Source material >>

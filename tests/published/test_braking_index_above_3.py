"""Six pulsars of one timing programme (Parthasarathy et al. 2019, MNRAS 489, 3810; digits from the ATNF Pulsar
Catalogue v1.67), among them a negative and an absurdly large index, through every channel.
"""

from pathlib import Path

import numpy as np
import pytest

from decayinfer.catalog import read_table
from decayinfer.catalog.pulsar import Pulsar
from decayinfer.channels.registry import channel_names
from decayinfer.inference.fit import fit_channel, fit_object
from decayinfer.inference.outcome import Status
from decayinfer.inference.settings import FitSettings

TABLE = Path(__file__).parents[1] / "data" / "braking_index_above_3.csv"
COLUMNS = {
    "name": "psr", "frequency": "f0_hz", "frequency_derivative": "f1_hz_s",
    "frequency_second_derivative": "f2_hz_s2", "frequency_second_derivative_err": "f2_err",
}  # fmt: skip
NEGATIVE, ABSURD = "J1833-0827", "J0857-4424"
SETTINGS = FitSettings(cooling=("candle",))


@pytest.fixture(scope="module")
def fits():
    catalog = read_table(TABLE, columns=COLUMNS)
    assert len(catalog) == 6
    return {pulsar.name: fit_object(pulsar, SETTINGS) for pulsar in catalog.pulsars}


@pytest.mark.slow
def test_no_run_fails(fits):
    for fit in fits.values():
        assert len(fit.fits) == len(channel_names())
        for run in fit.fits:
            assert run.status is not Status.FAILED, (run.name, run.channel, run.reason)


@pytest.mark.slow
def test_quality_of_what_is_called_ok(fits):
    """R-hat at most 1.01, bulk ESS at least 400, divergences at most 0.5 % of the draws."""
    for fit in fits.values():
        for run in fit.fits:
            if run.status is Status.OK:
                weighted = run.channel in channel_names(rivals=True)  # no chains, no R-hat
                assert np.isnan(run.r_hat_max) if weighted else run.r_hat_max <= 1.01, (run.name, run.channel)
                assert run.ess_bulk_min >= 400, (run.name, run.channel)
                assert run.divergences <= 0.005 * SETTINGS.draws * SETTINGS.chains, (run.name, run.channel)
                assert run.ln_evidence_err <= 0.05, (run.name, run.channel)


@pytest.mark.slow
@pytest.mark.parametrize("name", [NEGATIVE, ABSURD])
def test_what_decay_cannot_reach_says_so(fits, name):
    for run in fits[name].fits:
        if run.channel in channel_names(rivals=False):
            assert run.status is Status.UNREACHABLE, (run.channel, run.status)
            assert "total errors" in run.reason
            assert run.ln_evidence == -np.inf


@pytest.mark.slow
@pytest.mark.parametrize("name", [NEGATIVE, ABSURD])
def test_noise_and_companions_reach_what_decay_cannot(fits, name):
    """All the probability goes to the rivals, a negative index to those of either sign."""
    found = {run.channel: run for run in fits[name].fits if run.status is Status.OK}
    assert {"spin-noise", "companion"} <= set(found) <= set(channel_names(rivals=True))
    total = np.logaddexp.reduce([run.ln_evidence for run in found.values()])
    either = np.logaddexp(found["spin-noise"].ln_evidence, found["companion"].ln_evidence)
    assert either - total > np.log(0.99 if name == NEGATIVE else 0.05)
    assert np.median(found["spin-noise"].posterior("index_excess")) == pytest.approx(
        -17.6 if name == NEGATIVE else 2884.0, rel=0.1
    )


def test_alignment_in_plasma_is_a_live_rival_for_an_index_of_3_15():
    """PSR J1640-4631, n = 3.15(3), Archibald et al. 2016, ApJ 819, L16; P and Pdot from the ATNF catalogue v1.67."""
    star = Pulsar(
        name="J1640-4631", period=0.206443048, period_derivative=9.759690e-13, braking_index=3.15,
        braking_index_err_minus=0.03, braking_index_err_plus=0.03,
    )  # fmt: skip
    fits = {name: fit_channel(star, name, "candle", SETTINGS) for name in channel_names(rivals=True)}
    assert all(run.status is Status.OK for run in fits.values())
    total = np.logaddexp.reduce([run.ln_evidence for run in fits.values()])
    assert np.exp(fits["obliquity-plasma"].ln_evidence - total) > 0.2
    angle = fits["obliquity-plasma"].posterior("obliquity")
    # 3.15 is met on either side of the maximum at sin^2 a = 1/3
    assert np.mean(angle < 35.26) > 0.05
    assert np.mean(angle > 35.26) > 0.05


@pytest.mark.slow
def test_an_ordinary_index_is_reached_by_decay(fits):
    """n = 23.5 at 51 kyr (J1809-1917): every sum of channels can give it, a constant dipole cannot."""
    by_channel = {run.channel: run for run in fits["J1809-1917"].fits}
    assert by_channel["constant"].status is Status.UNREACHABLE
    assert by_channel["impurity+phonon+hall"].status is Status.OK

...

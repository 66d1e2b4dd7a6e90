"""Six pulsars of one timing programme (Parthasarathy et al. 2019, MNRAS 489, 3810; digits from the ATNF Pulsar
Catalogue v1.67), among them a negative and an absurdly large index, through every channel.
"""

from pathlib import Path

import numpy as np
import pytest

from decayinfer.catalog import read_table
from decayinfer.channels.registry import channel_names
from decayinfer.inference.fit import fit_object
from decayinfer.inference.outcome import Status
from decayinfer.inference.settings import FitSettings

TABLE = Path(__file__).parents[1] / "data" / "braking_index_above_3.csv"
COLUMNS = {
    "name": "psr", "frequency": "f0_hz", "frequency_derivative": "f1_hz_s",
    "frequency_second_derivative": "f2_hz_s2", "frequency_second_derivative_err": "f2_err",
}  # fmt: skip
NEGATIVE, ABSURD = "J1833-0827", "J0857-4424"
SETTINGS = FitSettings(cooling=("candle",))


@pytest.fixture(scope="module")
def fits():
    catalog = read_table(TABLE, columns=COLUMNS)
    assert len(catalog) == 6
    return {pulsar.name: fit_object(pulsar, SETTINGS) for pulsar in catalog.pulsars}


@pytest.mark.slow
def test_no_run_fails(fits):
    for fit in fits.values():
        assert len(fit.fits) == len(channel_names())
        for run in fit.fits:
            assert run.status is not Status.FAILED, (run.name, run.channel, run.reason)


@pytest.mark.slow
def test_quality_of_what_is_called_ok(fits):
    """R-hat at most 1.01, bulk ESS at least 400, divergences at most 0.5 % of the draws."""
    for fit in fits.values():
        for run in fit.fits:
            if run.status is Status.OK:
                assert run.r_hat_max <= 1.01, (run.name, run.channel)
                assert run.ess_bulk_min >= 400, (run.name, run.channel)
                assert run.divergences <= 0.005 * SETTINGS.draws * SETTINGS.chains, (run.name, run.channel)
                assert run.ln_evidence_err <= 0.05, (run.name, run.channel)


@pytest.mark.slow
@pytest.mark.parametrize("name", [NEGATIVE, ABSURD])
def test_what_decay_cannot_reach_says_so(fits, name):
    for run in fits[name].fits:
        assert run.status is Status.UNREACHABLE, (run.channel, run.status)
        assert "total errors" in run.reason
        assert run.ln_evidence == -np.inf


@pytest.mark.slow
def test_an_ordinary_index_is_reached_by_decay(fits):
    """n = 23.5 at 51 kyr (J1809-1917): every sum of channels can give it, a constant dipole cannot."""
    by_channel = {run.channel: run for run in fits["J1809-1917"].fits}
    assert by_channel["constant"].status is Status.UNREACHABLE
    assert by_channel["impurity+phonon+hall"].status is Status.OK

Exercise goal >>
In the material above, find each line that contains the word "logaddexp", and select it.

Written answer >>
    total = np.logaddexp.reduce([run.ln_evidence for run in found.values()])
    either = np.logaddexp(found["spin-noise"].ln_evidence, found["companion"].ln_evidence)
    total = np.logaddexp.reduce([run.ln_evidence for run in fits.values()])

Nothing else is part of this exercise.